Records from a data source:

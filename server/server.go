// Package server is Trialogue's HTTP side: routes, handlers, middleware and
// streaming. It turns requests into calls on the experiment (arms) and the
// database (store), and renders pages from web.
package server

import (
	"context"
	"fmt"
	"log/slog"
	"net/http"
	"os"
	"strings"
	"sync"
	"time"

	"github.com/go-chi/chi/v5"

	"trialogue/arms"
	"trialogue/arms/assign"
	"trialogue/arms/responder"
	"trialogue/store"
	"trialogue/web"
)

// Config is what the server needs beyond its database and assets.
type Config struct {
	Logger *slog.Logger
	// Getenv reads API keys named by study files (default os.Getenv).
	Getenv func(string) string
	// Demo serves the stand-in survey pages under /demo.
	Demo bool
	// MaxBody bounds request bodies, in bytes (default 64 KiB).
	MaxBody int64
	// Limits are the rate limits on entries and replies (zero: none).
	Limits Limits
	// SyntheticKey, when set, lets a client sending it in the
	// Trialogue-Synthetic header mark its sessions synthetic. Secret.
	SyntheticKey string
	// SecureCookies marks the console's cookie Secure even when requests
	// arrive over plain HTTP, as behind a TLS-terminating proxy.
	SecureCookies bool
	// ConsoleIdle ends console sessions unused for this long (default 30m).
	ConsoleIdle time.Duration
	// ConsoleRefresh is how often the live monitor refreshes (default 5s).
	ConsoleRefresh time.Duration
}

// Server handles respondents' requests for the studies it was given.
type Server struct {
	store  *store.Store
	assets *web.Assets
	log    *slog.Logger
	cfg    Config

	mu       sync.RWMutex
	studies  map[string]*Study // current version, by study id
	versions map[string]*Study // older versions that sessions still run under, by id@version

	locks sessionLocks

	entryLimits, replyLimits *limiters // nil: no limit
	metrics                  *metrics

	// Now is the clock, a seam for tests.
	Now func() time.Time
}

// Study is a study being served: its definition, the version the database
// knows it as, its allocation plan and a responder per endpoint.
type Study struct {
	Def        *arms.Study
	Version    store.StudyVersion
	Plan       *assign.Plan
	Responders map[string]responder.Responder
}

// New returns a server over st.
func New(st *store.Store, assets *web.Assets, cfg Config) *Server {
	if cfg.Logger == nil {
		cfg.Logger = slog.Default()
	}
	if cfg.Getenv == nil {
		cfg.Getenv = os.Getenv
	}
	if cfg.MaxBody == 0 {
		cfg.MaxBody = 64 << 10
	}
	return &Server{store: st, assets: assets, log: cfg.Logger, cfg: cfg,
		studies: map[string]*Study{}, versions: map[string]*Study{}, Now: time.Now,
		entryLimits: newLimiters(cfg.Limits.EntryRate, cfg.Limits.EntryBurst),
		replyLimits: newLimiters(cfg.Limits.ReplyRate, cfg.Limits.ReplyBurst), metrics: newMetrics()}
}

// AddStudy registers a study file with the database (a changed file
// becomes a new version) and starts serving it.
func (s *Server) AddStudy(ctx context.Context, def *arms.Study, source []byte) (*Study, error) {
	sv, err := s.store.RegisterStudy(ctx, def, source)
	if err != nil {
		return nil, err
	}
	st, err := s.build(def, sv)
	if err != nil {
		return nil, err
	}
	s.mu.Lock()
	s.studies[def.ID] = st
	s.mu.Unlock()
	return st, nil
}

func (s *Server) build(def *arms.Study, sv store.StudyVersion) (*Study, error) {
	plan, err := assign.NewPlan(sv.Seed, def.Scheme())
	if err != nil {
		return nil, fmt.Errorf("study %q: %w", def.ID, err)
	}
	resp, err := Responders(def, s.cfg.Getenv)
	if err != nil {
		return nil, err
	}
	for name, r := range resp {
		resp[name] = s.metrics.observeResponder(def.ID, name, r)
	}
	return &Study{Def: def, Version: sv, Plan: plan, Responders: resp}, nil
}

// Responders builds a responder for every endpoint that an arm uses.
// A hosted endpoint whose key variable is named but empty is an error, so
// that a study never starts without its key.
func Responders(def *arms.Study, getenv func(string) string) (map[string]responder.Responder, error) {
	out := map[string]responder.Responder{}
	for _, armName := range def.ArmOrder {
		a := def.Arms[armName]
		if !a.NeedsModel() {
			continue
		}
		if _, done := out[a.Endpoint]; done {
			continue
		}
		e := def.Endpoints[a.Endpoint]
		switch e.Kind {
		case arms.EndpointScripted:
			replies := map[string][]string{}
			for name, other := range def.Arms {
				if other.Endpoint == a.Endpoint && len(other.Script) > 0 {
					replies[name] = other.Script
				}
			}
			out[a.Endpoint] = responder.NewScripted(responder.ScriptedConfig{
				Replies: replies, Chunks: e.Chunks, Delay: time.Duration(e.Delay), Model: e.Model})
		case arms.EndpointOpenAI:
			key := ""
			if e.APIKeyEnv != "" {
				if key = getenv(e.APIKeyEnv); key == "" {
					return nil, fmt.Errorf("study %q: endpoint %q needs its API key in the environment variable %s, which is empty", def.ID, a.Endpoint, e.APIKeyEnv)
				}
			}
			r, err := responder.NewOpenAI(responder.OpenAIConfig{BaseURL: e.BaseURL, APIKey: key,
				Timeout: time.Duration(e.Timeout), MaxAttempts: e.Attempts})
			if err != nil {
				return nil, fmt.Errorf("study %q endpoint %q: %w", def.ID, a.Endpoint, err)
			}
			out[a.Endpoint] = r
		}
	}
	return out, nil
}

// study returns a study by id.
func (s *Server) study(id string) (*Study, bool) {
	s.mu.RLock()
	defer s.mu.RUnlock()
	st, ok := s.studies[id]
	return st, ok
}

// studyOf returns the study version a session runs under: the version it
// entered with, even if the file has changed since.
func (s *Server) studyOf(ctx context.Context, sess store.Session) (*Study, error) {
	cur, ok := s.study(sess.StudyID)
	if !ok {
		return nil, fmt.Errorf("study %q of session is not served: %w", sess.StudyID, store.ErrNotFound)
	}
	if cur.Version.Version == sess.Version {
		return cur, nil
	}
	key := fmt.Sprintf("%s@%d", sess.StudyID, sess.Version)
	s.mu.RLock()
	old, ok := s.versions[key]
	s.mu.RUnlock()
	if ok {
		return old, nil
	}
	canonical, err := s.store.StudyCanonical(ctx, sess.StudyID, sess.Version)
	if err != nil {
		return nil, err
	}
	def, err := arms.FromCanonical(canonical)
	if err != nil {
		return nil, fmt.Errorf("study %s as stored: %w", key, err)
	}
	sv := cur.Version
	sv.Version, sv.Hash = sess.Version, sess.StudyHash
	old, err = s.build(def, sv)
	if err != nil {
		return nil, err
	}
	s.mu.Lock()
	s.versions[key] = old
	s.mu.Unlock()
	return old, nil
}

// Handler returns the routes, with the middleware composed in one place.
func (s *Server) Handler() http.Handler {
	r := chi.NewRouter()
	r.Use(s.recoverer, s.logRequests, s.observe, securityHeaders, compress)
	r.Get("/healthz", func(w http.ResponseWriter, _ *http.Request) { w.Write([]byte("ok\n")) })
	r.Get("/readyz", s.handleReady)
	r.Get("/static/{name}", func(w http.ResponseWriter, r *http.Request) {
		s.assets.ServeStatic(w, r, chi.URLParam(r, "name"))
	})
	r.With(s.limitEntry).Get("/s/{study}", s.handleEntry)
	r.Route("/c/{token}", func(r chi.Router) {
		r.Use(s.withSession)
		r.Get("/", s.handlePage)
		r.Get("/state", s.handleState)
		r.With(s.limitReplies, s.whileOpen).Post("/reply", s.handleReply)
		r.With(s.limitReplies, s.whileOpen).Post("/resume", s.handleResume)
		r.Post("/finish", s.handleFinish)
	})
	r.Route("/console", s.consoleRoutes)
	if s.cfg.Demo {
		r.Get("/demo/host", s.handleDemoHost)
		r.Get("/demo/done", s.handleDemoDone)
	}
	r.NotFound(func(w http.ResponseWriter, r *http.Request) {
		s.fail(w, r, &Error{Status: http.StatusNotFound, Key: "not_found", Msg: "no such page"})
	})
	r.MethodNotAllowed(func(w http.ResponseWriter, r *http.Request) {
		s.fail(w, r, &Error{Status: http.StatusMethodNotAllowed, Key: "not_found", Msg: "method not allowed"})
	})
	return r
}

func (s *Server) handleReady(w http.ResponseWriter, r *http.Request) {
	if err := s.store.Ready(r.Context()); err != nil {
		s.log.Warn("not ready", slog.Any("err", err))
		http.Error(w, "not ready\n", http.StatusServiceUnavailable)
		return
	}
	w.Write([]byte("ready\n"))
}

// sessionLocks serialises the writes of one session inside this process, so
// that a double click or a second tab never makes the model answer twice.
type sessionLocks struct {
	mu    sync.Mutex
	locks map[int64]*sessionLock
}

type sessionLock struct {
	mu   sync.Mutex
	refs int
}

func (l *sessionLocks) lock(id int64) func() {
	l.mu.Lock()
	if l.locks == nil {
		l.locks = map[int64]*sessionLock{}
	}
	sl := l.locks[id]
	if sl == nil {
		sl = &sessionLock{}
		l.locks[id] = sl
	}
	sl.refs++
	l.mu.Unlock()
	sl.mu.Lock()
	return func() {
		sl.mu.Unlock()
		l.mu.Lock()
		if sl.refs--; sl.refs == 0 {
			delete(l.locks, id)
		}
		l.mu.Unlock()
	}
}

// frameAncestors renders a study's frame-ancestors list for CSP.
func frameAncestors(def *arms.Study) string {
	if len(def.FrameAncestors) == 0 {
		return "*"
	}
	return strings.Join(def.FrameAncestors, " ")
}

• [WHAT TO DO] Which of the lines above carry the string "ResponseWriter"? Pick them out and copy them.

• [TASK SOLUTION]
	r.Get("/healthz", func(w http.ResponseWriter, _ *http.Request) { w.Write([]byte("ok\n")) })
	r.Get("/static/{name}", func(w http.ResponseWriter, r *http.Request) {
	r.NotFound(func(w http.ResponseWriter, r *http.Request) {
	r.MethodNotAllowed(func(w http.ResponseWriter, r *http.Request) {
func (s *Server) handleReady(w http.ResponseWriter, r *http.Request) {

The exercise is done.